**RECORDS PROVIDED**
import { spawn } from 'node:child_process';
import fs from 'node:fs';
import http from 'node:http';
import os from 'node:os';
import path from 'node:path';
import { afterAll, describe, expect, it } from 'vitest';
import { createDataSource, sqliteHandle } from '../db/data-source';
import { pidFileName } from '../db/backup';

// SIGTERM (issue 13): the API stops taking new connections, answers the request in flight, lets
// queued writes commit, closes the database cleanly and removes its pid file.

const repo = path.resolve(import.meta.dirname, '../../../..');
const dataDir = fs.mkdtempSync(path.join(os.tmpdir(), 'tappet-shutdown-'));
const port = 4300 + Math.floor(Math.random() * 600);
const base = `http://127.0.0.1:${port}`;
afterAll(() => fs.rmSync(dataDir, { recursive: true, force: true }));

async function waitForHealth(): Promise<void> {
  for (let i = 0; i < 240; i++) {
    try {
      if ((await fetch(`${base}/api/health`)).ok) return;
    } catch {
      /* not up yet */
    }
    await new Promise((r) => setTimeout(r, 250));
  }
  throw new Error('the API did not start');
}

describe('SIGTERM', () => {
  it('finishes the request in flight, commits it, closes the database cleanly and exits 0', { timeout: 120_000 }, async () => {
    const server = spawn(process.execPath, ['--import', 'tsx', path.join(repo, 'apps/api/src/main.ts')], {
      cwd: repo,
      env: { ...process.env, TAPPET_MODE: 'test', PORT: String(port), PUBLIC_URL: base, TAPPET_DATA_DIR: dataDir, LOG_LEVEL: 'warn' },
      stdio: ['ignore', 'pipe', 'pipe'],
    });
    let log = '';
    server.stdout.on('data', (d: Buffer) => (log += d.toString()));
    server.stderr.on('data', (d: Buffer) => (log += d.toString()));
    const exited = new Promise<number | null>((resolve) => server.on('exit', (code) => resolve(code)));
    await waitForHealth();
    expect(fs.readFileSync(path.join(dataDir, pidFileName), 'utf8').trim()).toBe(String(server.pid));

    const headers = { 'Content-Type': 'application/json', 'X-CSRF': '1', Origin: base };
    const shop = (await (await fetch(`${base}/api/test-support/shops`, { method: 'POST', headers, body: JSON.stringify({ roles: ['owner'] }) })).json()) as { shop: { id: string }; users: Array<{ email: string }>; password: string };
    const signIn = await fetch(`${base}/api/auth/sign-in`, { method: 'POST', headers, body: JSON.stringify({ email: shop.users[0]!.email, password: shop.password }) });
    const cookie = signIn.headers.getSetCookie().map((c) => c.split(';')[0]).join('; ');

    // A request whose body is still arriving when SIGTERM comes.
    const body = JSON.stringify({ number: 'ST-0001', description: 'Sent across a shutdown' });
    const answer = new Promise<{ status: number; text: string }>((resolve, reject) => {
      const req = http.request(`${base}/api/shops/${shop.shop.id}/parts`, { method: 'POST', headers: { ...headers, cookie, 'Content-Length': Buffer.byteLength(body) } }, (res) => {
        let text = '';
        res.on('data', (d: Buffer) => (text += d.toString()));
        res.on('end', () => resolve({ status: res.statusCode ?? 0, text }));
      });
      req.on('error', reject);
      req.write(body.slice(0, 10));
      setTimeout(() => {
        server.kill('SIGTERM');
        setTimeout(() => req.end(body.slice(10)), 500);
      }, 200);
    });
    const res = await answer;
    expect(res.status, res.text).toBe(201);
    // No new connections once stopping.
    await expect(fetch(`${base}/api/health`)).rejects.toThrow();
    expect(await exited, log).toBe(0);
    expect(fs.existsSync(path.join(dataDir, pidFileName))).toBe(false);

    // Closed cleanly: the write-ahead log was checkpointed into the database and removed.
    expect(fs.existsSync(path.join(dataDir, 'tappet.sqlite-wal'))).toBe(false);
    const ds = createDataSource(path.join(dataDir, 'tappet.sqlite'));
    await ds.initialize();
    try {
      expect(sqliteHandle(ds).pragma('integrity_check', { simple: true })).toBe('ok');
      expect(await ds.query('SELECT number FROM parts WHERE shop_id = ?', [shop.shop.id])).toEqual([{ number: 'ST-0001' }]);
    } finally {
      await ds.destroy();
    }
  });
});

* * *

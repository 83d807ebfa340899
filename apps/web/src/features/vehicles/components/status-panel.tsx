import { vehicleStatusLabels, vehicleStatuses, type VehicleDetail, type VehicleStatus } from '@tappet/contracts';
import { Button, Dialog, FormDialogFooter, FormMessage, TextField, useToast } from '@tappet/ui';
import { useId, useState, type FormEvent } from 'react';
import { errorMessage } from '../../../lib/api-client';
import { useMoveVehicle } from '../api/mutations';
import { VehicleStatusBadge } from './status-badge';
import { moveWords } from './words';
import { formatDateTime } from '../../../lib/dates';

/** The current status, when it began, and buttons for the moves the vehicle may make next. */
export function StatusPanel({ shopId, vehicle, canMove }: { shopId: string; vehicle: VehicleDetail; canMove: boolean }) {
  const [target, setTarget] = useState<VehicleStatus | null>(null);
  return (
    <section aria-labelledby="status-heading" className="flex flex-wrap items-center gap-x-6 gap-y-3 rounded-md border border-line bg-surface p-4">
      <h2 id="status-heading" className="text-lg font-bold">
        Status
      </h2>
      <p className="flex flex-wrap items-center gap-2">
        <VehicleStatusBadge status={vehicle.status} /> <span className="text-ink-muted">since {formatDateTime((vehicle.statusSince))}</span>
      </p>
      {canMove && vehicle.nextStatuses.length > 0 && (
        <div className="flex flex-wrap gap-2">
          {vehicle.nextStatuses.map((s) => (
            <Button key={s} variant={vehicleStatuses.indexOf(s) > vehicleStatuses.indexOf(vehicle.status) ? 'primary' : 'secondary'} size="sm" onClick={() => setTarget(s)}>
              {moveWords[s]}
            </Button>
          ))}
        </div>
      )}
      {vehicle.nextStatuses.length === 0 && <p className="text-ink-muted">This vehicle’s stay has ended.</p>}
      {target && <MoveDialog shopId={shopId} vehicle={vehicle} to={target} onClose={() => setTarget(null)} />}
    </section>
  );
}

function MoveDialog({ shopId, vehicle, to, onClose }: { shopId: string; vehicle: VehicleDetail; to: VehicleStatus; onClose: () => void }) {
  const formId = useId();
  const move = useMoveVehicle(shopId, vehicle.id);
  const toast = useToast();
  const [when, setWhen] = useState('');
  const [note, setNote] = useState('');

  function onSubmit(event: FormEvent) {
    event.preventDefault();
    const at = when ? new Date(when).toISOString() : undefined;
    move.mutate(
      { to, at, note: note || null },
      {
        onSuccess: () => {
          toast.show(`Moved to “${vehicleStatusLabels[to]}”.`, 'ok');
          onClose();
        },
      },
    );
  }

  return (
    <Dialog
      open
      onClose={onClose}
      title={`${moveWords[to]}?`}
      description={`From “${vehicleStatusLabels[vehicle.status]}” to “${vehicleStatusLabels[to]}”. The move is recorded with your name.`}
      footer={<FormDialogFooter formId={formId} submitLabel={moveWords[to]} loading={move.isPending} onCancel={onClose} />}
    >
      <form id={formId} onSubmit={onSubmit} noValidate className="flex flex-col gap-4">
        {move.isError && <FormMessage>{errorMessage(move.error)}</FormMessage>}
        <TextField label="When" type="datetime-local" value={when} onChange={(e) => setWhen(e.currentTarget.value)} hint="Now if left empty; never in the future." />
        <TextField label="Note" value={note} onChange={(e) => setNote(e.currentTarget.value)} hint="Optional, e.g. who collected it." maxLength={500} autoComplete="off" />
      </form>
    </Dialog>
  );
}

**ASSIGNED TASK**
Could you say how many lines in the listing contain the string "shops"? Only the number, please.

**ANSWER SECTION**
2